By measuring HEDCAP scores of first-year students and graduating seniors, they find that overall, “students with low scores of HEDCAP decrease, and students with high scores of HEDCAP increase.” Interestingly, however, 54 percent of students start in the moderate range, while 56 percent finish their degree in that range. That finding suggests a lack of substantive intellectual impact of college for way too many students.

The acquisition of mind capital is not correlated with academic major, so those looking to herald or demonize STEM or the humanities will find themselves disappointed. However, it’s worth noting that the authors are surprised and troubled by students’ lack of engagement or even acquaintance with serious literature.

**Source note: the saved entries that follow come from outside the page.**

#[cfg(test)]
mod simulation {
    //! False calls on stable data with variation beyond binomial: the stated rate is "at
    //! most a per group-period"; each test allows a plus three standard errors of the
    //! simulated count (sqrt(series a)). Seeded, so the counts are always the same; the
    //! measured counts are in the module docs' table.
    use super::*;
    use rand_chacha::ChaCha8Rng;
    use rand_core::{RngCore, SeedableRng};
    use statrs::function::factorial::ln_binomial;

    fn uniform(rng: &mut ChaCha8Rng) -> f64 {
        // 53 random bits in (0, 1).
        ((rng.next_u64() >> 11) as f64 + 0.5) / (1u64 << 53) as f64
    }

    fn normal(rng: &mut ChaCha8Rng) -> f64 {
        let (u, v) = (uniform(rng), uniform(rng));
        (-2.0 * u.ln()).sqrt() * (2.0 * std::f64::consts::PI * v).cos()
    }

    /// Gamma(shape >= 1, scale 1): Marsaglia & Tsang (2000).
    fn gamma(rng: &mut ChaCha8Rng, shape: f64) -> f64 {
        let d = shape - 1.0 / 3.0;
        let c = 1.0 / (9.0 * d).sqrt();
        loop {
            let x = normal(rng);
            let v = (1.0 + c * x).powi(3);
            if v > 0.0 && uniform(rng).ln() < 0.5 * x * x + d - d * v + d * v.ln() {
                return d * v;
            }
        }
    }

    /// Binomial(n, p) by inversion searching outwards from the mode (subtracting the pmf
    /// alternately below and above it): exact, O(sd) per draw, so a 20,000-unit period
    /// costs tens of steps, not hundreds.
    fn binomial(rng: &mut ChaCha8Rng, n: u64, p: f64) -> u64 {
        if p <= 0.0 {
            return 0;
        }
        if p >= 1.0 {
            return n;
        }
        let q = 1.0 - p;
        let mode = (((n + 1) as f64 * p).floor() as u64).min(n);
        let pm = (ln_binomial(n, mode) + mode as f64 * p.ln() + (n - mode) as f64 * q.ln()).exp();
        let mut u = uniform(rng) - pm;
        let (mut lo, mut hi, mut p_lo, mut p_hi) = (mode, mode, pm, pm);
        while u > 0.0 && (lo > 0 || hi < n) {
            if lo > 0 {
                p_lo *= lo as f64 * q / ((n - lo + 1) as f64 * p);
                lo -= 1;
                u -= p_lo;
                if u <= 0.0 {
                    return lo;
                }
            }
            if hi < n {
                p_hi *= (n - hi) as f64 * p / ((hi + 1) as f64 * q);
                hi += 1;
                u -= p_hi;
                if u <= 0.0 {
                    return hi;
                }
            }
        }
        mode
    }

    /// How each period's true rate varies around `p`.
    #[derive(Clone, Copy)]
    enum Noise {
        /// Binomial only.
        None,
        /// Rate times a lognormal multiplier of log-sd s (mean 1).
        Lognormal(f64),
        /// Rate drawn from a beta distribution with mean p and sd `cv` p, and the period's
        /// size drawn uniformly from 0.6 to 1.4 times n.
        BetaVarying(f64),
    }

    /// False (worse, better) calls over `series` stable series of `b` baseline periods
    /// plus the period judged, each period about `n` units at rate `p` with `noise`.
    fn false_calls(
        seed: u64,
        series: usize,
        b: usize,
        n: u64,
        p: f64,
        noise: Noise,
    ) -> (usize, usize) {
        let mut rng = ChaCha8Rng::seed_from_u64(seed);
        let opts = BaselineOptions {
            limit: Limit::sidak(6),
            ..BaselineOptions::default()
        };
        let draw = |rng: &mut ChaCha8Rng| match noise {
            Noise::None => (n, binomial(rng, n, p)),
            Noise::Lognormal(s) => {
                let m = (s * normal(rng) - 0.5 * s * s).exp();
                (n, binomial(rng, n, (p * m).min(1.0)))
            }
            Noise::BetaVarying(cv) => {
                // mean p, variance (cv p)² = p(1 - p) / (alpha + beta + 1).
                let total = p * (1.0 - p) / (cv * p).powi(2) - 1.0;
                let (ga, gb) = (gamma(rng, p * total), gamma(rng, (1.0 - p) * total));
                let size = (n as f64 * (0.6 + 0.8 * uniform(rng))).round() as u64;
                (size, binomial(rng, size, ga / (ga + gb)))
            }
        };
        let (mut worse, mut better) = (0, 0);
        for _ in 0..series {
            let base: Vec<(u64, u64)> = (0..b).map(|_| draw(&mut rng)).collect();
            let period = draw(&mut rng);
            match compare(period, &base, &opts).expect("valid").verdict {
                Verdict::Worse => worse += 1,
                Verdict::Better => better += 1,
                _ => {}
            }
        }
        (worse, better)
    }

    /// Asserts at most a plus three standard errors, and returns the count for the
    /// message of a failing sibling.
    fn at_most_the_stated_rate(what: &str, series: usize, (worse, better): (usize, usize)) {
        let a = Limit::sidak(6).per_call_alpha().expect("valid");
        let expected = series as f64 * a;
        let calls = (worse + better) as f64;
        println!("{what}: {worse} worse + {better} better of {series} (a gives {expected:.1})");
        assert!(
            calls <= expected + 3.0 * expected.sqrt(),
            "{what}: {worse} worse + {better} better = {:.2} a",
            calls / expected
        );
    }

    const SERIES: usize = 15_000;

    #[test]
    fn binomial_stable_data_stay_within_the_stated_rate() {
        // 20,000 units at 1% a period, eight baseline periods, six groups per report:
        // a = 0.0016737, 25.1 calls at exactly a (sd 5.0). Measured: see the module docs.
        let got = false_calls(1, SERIES, 8, 20_000, 0.01, Noise::None);
        at_most_the_stated_rate("binomial", SERIES, got);
    }

    #[test]
    fn small_lognormal_variation_stays_within_the_stated_rate() {
        let got = false_calls(2, SERIES, 8, 20_000, 0.01, Noise::Lognormal(0.02));
        at_most_the_stated_rate("lognormal sd 0.02", SERIES, got);
    }

    #[test]
    fn moderate_lognormal_variation_stays_within_the_stated_rate() {
        let got = false_calls(3, SERIES, 8, 20_000, 0.01, Noise::Lognormal(0.05));
        at_most_the_stated_rate("lognormal sd 0.05", SERIES, got);
    }

    #[test]
    fn large_lognormal_variation_stays_within_the_stated_rate() {
        let got = false_calls(4, SERIES, 8, 20_000, 0.01, Noise::Lognormal(0.10));
        at_most_the_stated_rate("lognormal sd 0.10", SERIES, got);
    }

    #[test]
    fn strong_skewed_variation_exceeds_the_stated_rate_as_documented() {
        // Lognormal sd 0.3 (30% between periods, right-skewed): the symmetric t limit
        // under-covers the upper tail. Measured 107 worse + 5 better of 15,000 = 4.5 a; the
        // module docs state it, and the band pins it so a change of method shows here.
        let (w, b) = false_calls(7, SERIES, 8, 20_000, 0.01, Noise::Lognormal(0.3));
        let a = Limit::sidak(6).per_call_alpha().expect("valid");
        let ratio = (w + b) as f64 / (SERIES as f64 * a);
        assert!(
            (2.5..6.0).contains(&ratio),
            "{w} worse + {b} better = {ratio:.2} a"
        );
        assert!(
            w > 5 * b,
            "the excess is on the worse side: {w} worse, {b} better"
        );
    }

    #[test]
    fn beta_binomial_variation_and_varying_sizes_stay_within_the_stated_rate() {
        let got = false_calls(5, SERIES, 8, 20_000, 0.01, Noise::BetaVarying(0.1));
        at_most_the_stated_rate("beta-binomial cv 0.1, sizes 0.6-1.4 n", SERIES, got);
    }

    #[test]
    fn moderate_counts_stay_within_the_stated_rate() {
        // 2,000 units at 1%: about 20 defectives a period, where the binomial's skew shows.
        let got = false_calls(6, SERIES, 8, 2_000, 0.01, Noise::Lognormal(0.05));
        at_most_the_stated_rate("lognormal sd 0.05 at 2,000 units", SERIES, got);
    }

    #[test]
    fn the_sampler_is_binomial() {
        // Mean and variance of 20,000 draws of Binomial(20,000, 0.01): 200 and 198, within
        // a few standard errors (sd of the mean 0.1, of the variance about 2).
        let mut rng = ChaCha8Rng::seed_from_u64(9);
        let x: Vec<f64> = (0..20_000)
            .map(|_| binomial(&mut rng, 20_000, 0.01) as f64)
            .collect();
        let mean = x.iter().sum::<f64>() / x.len() as f64;
        let var = x.iter().map(|v| (v - mean).powi(2)).sum::<f64>() / (x.len() - 1) as f64;
        assert!((mean - 200.0).abs() < 0.5, "mean {mean}");
        assert!((var - 198.0).abs() < 8.0, "variance {var}");
    }
}
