//! Funnel-plot limits for a proportion: the band a group's rate stays in, at its sample
//! size, when it shares the pooled rate and only binomial sampling separates them.
//!
//! The limits are the normal approximation to the binomial, p0 +- z sqrt(p0 (1 - p0) / n),
//! multiplied by a scale (sqrt(phi) when a multiplicative overdispersion factor phi
//! widens them) — Spiegelhalter (2005), "Funnel plots for comparing institutional
//! performance", Statistics in Medicine 24:1185-1202, sections 3.1 and 6. They are a
//! reading aid for a chart: the flags of a report come from the analysis of means
//! ([`crate::anom`]), not from these curves.
//!
//! ```
//! use dispar_stats::funnel::Funnel;
//! // 95% limits around a pooled rate of 2% for a group of 1,000 units.
//! let f = Funnel::new(0.02, 0.95, 1.0)?;
//! let band = f.at(1_000.0);
//! assert!((band.lower - 0.011_322_869_547_736).abs() < 1e-14);
//! assert!((band.upper - 0.028_677_130_452_264).abs() < 1e-14);
//! # Ok::<(), dispar_stats::StatsError>(())
//! ```

use crate::error::StatsError;
use crate::interval::{Interval, z_for_confidence};

/// Limits around one pooled rate at one coverage: evaluate them with [`Funnel::at`] for
/// each sample size.
#[derive(Debug, Clone, Copy, PartialEq)]
pub struct Funnel {
    pooled: f64,
    z: f64,
    scale: f64,
}

impl Funnel {
    /// Limits around `pooled` (in [0, 1]) covering `coverage` (in (0, 1), two-sided:
    /// 0.95 gives z = 1.96) of a group's rates, widened by `scale` (>= 1; 1 for none).
    ///
    /// Errors: `pooled` outside [0, 1], `coverage` outside (0, 1), `scale` below 1 or
    /// not finite ([`StatsError::InvalidParameter`]).
    pub fn new(pooled: f64, coverage: f64, scale: f64) -> Result<Self, StatsError> {
        if !(0.0..=1.0).contains(&pooled) {
            return Err(StatsError::InvalidParameter {
                name: "pooled",
                value: pooled,
                requirement: "between 0 and 1",
            });
        }
        if !(scale.is_finite() && scale >= 1.0) {
            return Err(StatsError::InvalidParameter {
                name: "scale",
                value: scale,
                requirement: "finite and at least 1",
            });
        }
        Ok(Self {
            pooled,
            z: z_for_confidence(coverage)?,
            scale,
        })
    }

    /// The standard normal quantile the limits use: P(|Z| <= z) = coverage.
    pub fn z(&self) -> f64 {
        self.z
    }

    /// The limits for a group of `n` units (n > 0). They are not clipped to [0, 1]: a
    /// chart clips them to its plot. A non-positive `n` gives infinite limits.
    pub fn at(&self, n: f64) -> Interval {
        let half = if n > 0.0 {
            self.z * self.scale * (self.pooled * (1.0 - self.pooled) / n).sqrt()
        } else {
            f64::INFINITY
        };
        Interval {
            lower: self.pooled - half,
            upper: self.pooled + half,
        }
    }
}

#[cfg(test)]
mod tests {
    use super::*;

    fn close(got: f64, want: f64, tol: f64, what: &str) {
        assert!(
            (got - want).abs() <= tol,
            "{what}: got {got:e}, want {want:e} (tolerance {tol:e})"
        );
    }

    #[test]
    fn the_quantiles_match_the_normal_distribution() {
        // scipy.stats.norm.ppf(0.975) = 1.959963984540054 and norm.ppf(0.999) =
        // 3.090232306167813 (recalled from memory); confirmed with mpmath 1.3.0,
        // sqrt(2)*erfinv(2q - 1) at 30 digits: 1.95996398454005423552 and
        // 3.09023230616781354154. Python 3's statistics.NormalDist().inv_cdf gives
        // the same doubles.
        for (coverage, want) in [
            (0.95, 1.959_963_984_540_054),
            (0.998, 3.090_232_306_167_813),
        ] {
            let f = Funnel::new(0.1, coverage, 1.0).expect("valid");
            close(f.z(), want, 2e-15, &format!("z for {coverage}"));
        }
    }

    #[test]
    fn the_limits_match_reference_values() {
        // mpmath 1.3.0 at 30 digits: p0 -+ z sqrt(p0 (1 - p0) / n) with z the exact
        // quantile. 95%, p0 = 0.02, n = 1000: 0.01132286954773613717 and
        // 0.02867713045226386283.
        let band = Funnel::new(0.02, 0.95, 1.0).expect("valid").at(1_000.0);
        close(band.lower, 0.011_322_869_547_736_137, 1e-16, "95% lower");
        close(band.upper, 0.028_677_130_452_263_863, 1e-16, "95% upper");
        // 99.8%, p0 = 0.0137, n = 48210, widened by sqrt(2.25) = 1.5:
        // 0.01124597703882074990 and 0.01615402296117925010.
        let band = Funnel::new(0.0137, 0.998, 1.5).expect("valid").at(48_210.0);
        close(band.lower, 0.011_245_977_038_820_75, 1e-16, "99.8% lower");
        close(band.upper, 0.016_154_022_961_179_25, 1e-16, "99.8% upper");
    }

    #[test]
    fn the_limits_narrow_with_n_and_widen_with_the_scale() {
        let plain = Funnel::new(0.05, 0.95, 1.0).expect("valid");
        let wide = Funnel::new(0.05, 0.95, 2.0).expect("valid");
        let (small, large) = (plain.at(100.0), plain.at(10_000.0));
        assert!(small.upper - small.lower > large.upper - large.lower);
        // Quadrupling n halves the half-width; the scale multiplies it.
        let quarter = plain.at(400.0);
        close(
            (small.upper - 0.05) / (quarter.upper - 0.05),
            2.0,
            1e-12,
            "sqrt(n) law",
        );
        close(
            wide.at(100.0).upper - 0.05,
            2.0 * (small.upper - 0.05),
            1e-15,
            "scale",
        );
        // Symmetric around the pooled rate.
        close(0.05 - small.lower, small.upper - 0.05, 1e-15, "symmetry");
    }

    #[test]
    fn bad_arguments_are_refused() {
        assert!(Funnel::new(1.2, 0.95, 1.0).is_err());
        assert!(Funnel::new(0.1, 1.0, 1.0).is_err());
        assert!(Funnel::new(0.1, 0.95, 0.5).is_err());
        assert!(Funnel::new(0.1, 0.95, f64::NAN).is_err());
        assert!(
            Funnel::new(0.1, 0.95, 1.0)
                .expect("valid")
                .at(0.0)
                .upper
                .is_infinite()
        );
    }
}
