//! Cochran's rule for the validity of the asymptotic chi-square test.
//!
//! Cochran (1954), "Some methods for strengthening the common chi-square tests",
//! Biometrics 10(4): no expected count below 1 and at most 20% of the expected counts
//! below 5.

use crate::table::Table;

/// The expected-count summary behind Cochran's rule.
#[derive(Debug, Clone, Copy, PartialEq)]
pub struct Validity {
    /// Smallest expected count (0 when there are no usable cells).
    pub min_expected: f64,
    /// Number of cells considered (rows x columns with non-zero totals).
    pub cells: usize,
    /// Cells with an expected count below 1.
    pub cells_below_1: usize,
    /// Cells with an expected count below 5.
    pub cells_below_5: usize,
    /// `cells_below_5 / cells` (0 when there are no cells).
    pub share_below_5: f64,
    /// Whether Cochran's rule holds (and there is at least one cell).
    pub holds: bool,
}

/// Cochran's rule over the cells whose row and column totals are both non-zero (all-zero
/// rows and columns are dropped before any test, so their cells do not count).
///
/// ```
/// use dispar_stats::{table::Table, validity::cochran};
/// let t = Table::from_rows(&[vec![3, 1], vec![1, 3]])?;
/// let v = cochran(&t);
/// assert_eq!(v.min_expected, 2.0);
/// assert_eq!(v.cells_below_5, 4);
/// assert!(!v.holds);
/// # Ok::<(), dispar_stats::StatsError>(())
/// ```
pub fn cochran(table: &Table) -> Validity {
    let mut min_expected = f64::INFINITY;
    let (mut cells, mut below_1, mut below_5) = (0usize, 0usize, 0usize);
    for r in 0..table.rows() {
        if table.row_totals()[r] == 0 {
            continue;
        }
        for c in 0..table.cols() {
            if table.col_totals()[c] == 0 {
                continue;
            }
            let e = table.expected(r, c);
            cells += 1;
            min_expected = min_expected.min(e);
            if e < 1.0 {
                below_1 += 1;
            }
            if e < 5.0 {
                below_5 += 1;
            }
        }
    }
    if cells == 0 {
        return Validity {
            min_expected: 0.0,
            cells: 0,
            cells_below_1: 0,
            cells_below_5: 0,
            share_below_5: 0.0,
            holds: false,
        };
    }
    let share_below_5 = below_5 as f64 / cells as f64;
    Validity {
        min_expected,
        cells,
        cells_below_1: below_1,
        cells_below_5: below_5,
        share_below_5,
        // "At most 20%": compare counts exactly, 5 * below_5 <= cells.
        holds: below_1 == 0 && 5 * below_5 <= cells,
    }
}

/// Cochran's rule for the 2 x 2 table [[a, b], [c, d]] without building a table: with four
/// cells, one cell below 5 is already 25% > 20%, so the rule is min expected >= 5.
pub(crate) fn cochran_2x2_holds(a: u64, b: u64, c: u64, d: u64) -> bool {
    let r1 = a + b;
    let r2 = c + d;
    let c1 = a + c;
    let c2 = b + d;
    let n = r1 + r2;
    if n == 0 {
        return false;
    }
    let rmin = r1.min(r2) as f64;
    let cmin = c1.min(c2) as f64;
    rmin * cmin / n as f64 >= 5.0
}

#[cfg(test)]
mod tests {
    use super::*;

    #[test]
    fn twenty_percent_below_five_still_holds() {
        // 5 x 2 table, 10 cells; expected counts computed by hand: row 0 has total 8 of
        // N = 808 with columns 404/404, so E = 4 in both its cells: 2 of 10 cells = 20%.
        let t = Table::from_rows(&[
            vec![4, 4],
            vec![100, 100],
            vec![100, 100],
            vec![100, 100],
            vec![100, 100],
        ])
        .expect("valid");
        let v = cochran(&t);
        assert_eq!(v.cells, 10);
        assert_eq!(v.cells_below_5, 2);
        assert!((v.share_below_5 - 0.2).abs() < 1e-15);
        assert!(v.holds);
    }

    #[test]
    fn an_expected_count_below_one_fails() {
        // Row 0 has total 1 of N = 301: E = 101/301 and 200/301, both below 1.
        let t = Table::from_rows(&[vec![1, 0], vec![50, 100], vec![50, 100]]).expect("valid");
        let v = cochran(&t);
        assert_eq!(v.cells_below_1, 2);
        assert!(!v.holds);
    }

    #[test]
    fn zero_rows_and_columns_are_ignored() {
        let t =
            Table::from_rows(&[vec![10, 0, 10], vec![0, 0, 0], vec![10, 0, 10]]).expect("valid");
        let v = cochran(&t);
        assert_eq!(v.cells, 4);
        assert_eq!(v.min_expected, 10.0);
        assert!(v.holds);
    }

    #[test]
    fn the_2x2_shortcut_agrees_with_the_general_rule() {
        for (a, b, c, d) in [(5, 5, 5, 5), (4, 6, 6, 4), (10, 90, 20, 80), (1, 99, 3, 97)] {
            let t = Table::new(2, 2, vec![a, b, c, d]).expect("valid");
            assert_eq!(
                cochran_2x2_holds(a, b, c, d),
                cochran(&t).holds,
                "{a} {b} {c} {d}"
            );
        }
    }
}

According to Fischman and Gardner, the conceptual models that students bring to bear on their college experience impact their acquisition of mind capital. HEDCAP scores tend to be lower for those who hold a primarily “transactional mindset” — the view that college is necessary for future success — than for those who think about college as an opportunity for exploration or even transformation. Mental-health challenges and feelings of alienation or not belonging, which turned out to be unexpected major themes of these pre-pandemic interviews, necessarily impact the ability of students to do meaningful academic work and to develop intellectually. Of course, as the authors note, the pandemic has greatly exacerbated these psychosocial issues.

Fischman and Gardner are admirably invested not only in accumulating data and diagnosing problems but also in making recommendations to different stakeholders (students, parents, presidents and trustees, faculty and staff, job recruiters) that will improve the health and sustainability of academically driven institutions. Most notably, they recommend a resistance to what they term “projectitus,” the proliferation of “centers, staff, and initiatives” that is both effect and cause of “mission sprawl.”

To reassert the centrality of the academic enterprise, they want schools to distinguish themselves via their curriculum, which should remain in control of the faculty (this last point is particularly pertinent right now as legislative and educational governing bodies strive to determine what can and can’t be taught in college classrooms).

Given Fischman and Gardner’s ambition and acumen, I was surprised that some issues weren’t more consistently on their radar. For example, when they are addressing faculty, they seem to assume the stability of that constituency, an assumption dramatically at odds with the increasing adjunct-ification of the academy — i.e., the majority of faculty today are on short-term contracts and are not paid a living wage.

The material conditions of teaching cannot be disentangled from the conditions and outcomes of learning. Similarly, the increasing tuition-dependence of private institutions, as well as rampant economic disinvestment in public institutions, has an outsize impact on the consumer model of higher ed.

In keeping with their discomfort with the transactional mindset, the authors ask, “Is the principal purpose of college about earning or learning?” Given that they smartly note those with HEDCAP “possess a capacity that proves useful across the occupational landscape,” I found myself restive with their willingness to reproduce that tired binary of “learning” or “earning.” I also wonder if it’s time to retire the term “non-vocational education.”

However, despite its lack of a more sustained engagement with the economic contexts of the sector, this book provides valuable data and reflection on the ways that higher ed has “lost its way” and how it can recenter the academic mission. As someone who has spent more than 30 years teaching at a national liberal arts college, I hope that higher-ed stakeholders put this accessible volume on their summer reading list.

Helene Meyers is professor emerita of English at Southwestern University, where she held the McManis University Chair. Her recent book is Movie-Made Jews: An American Tradition.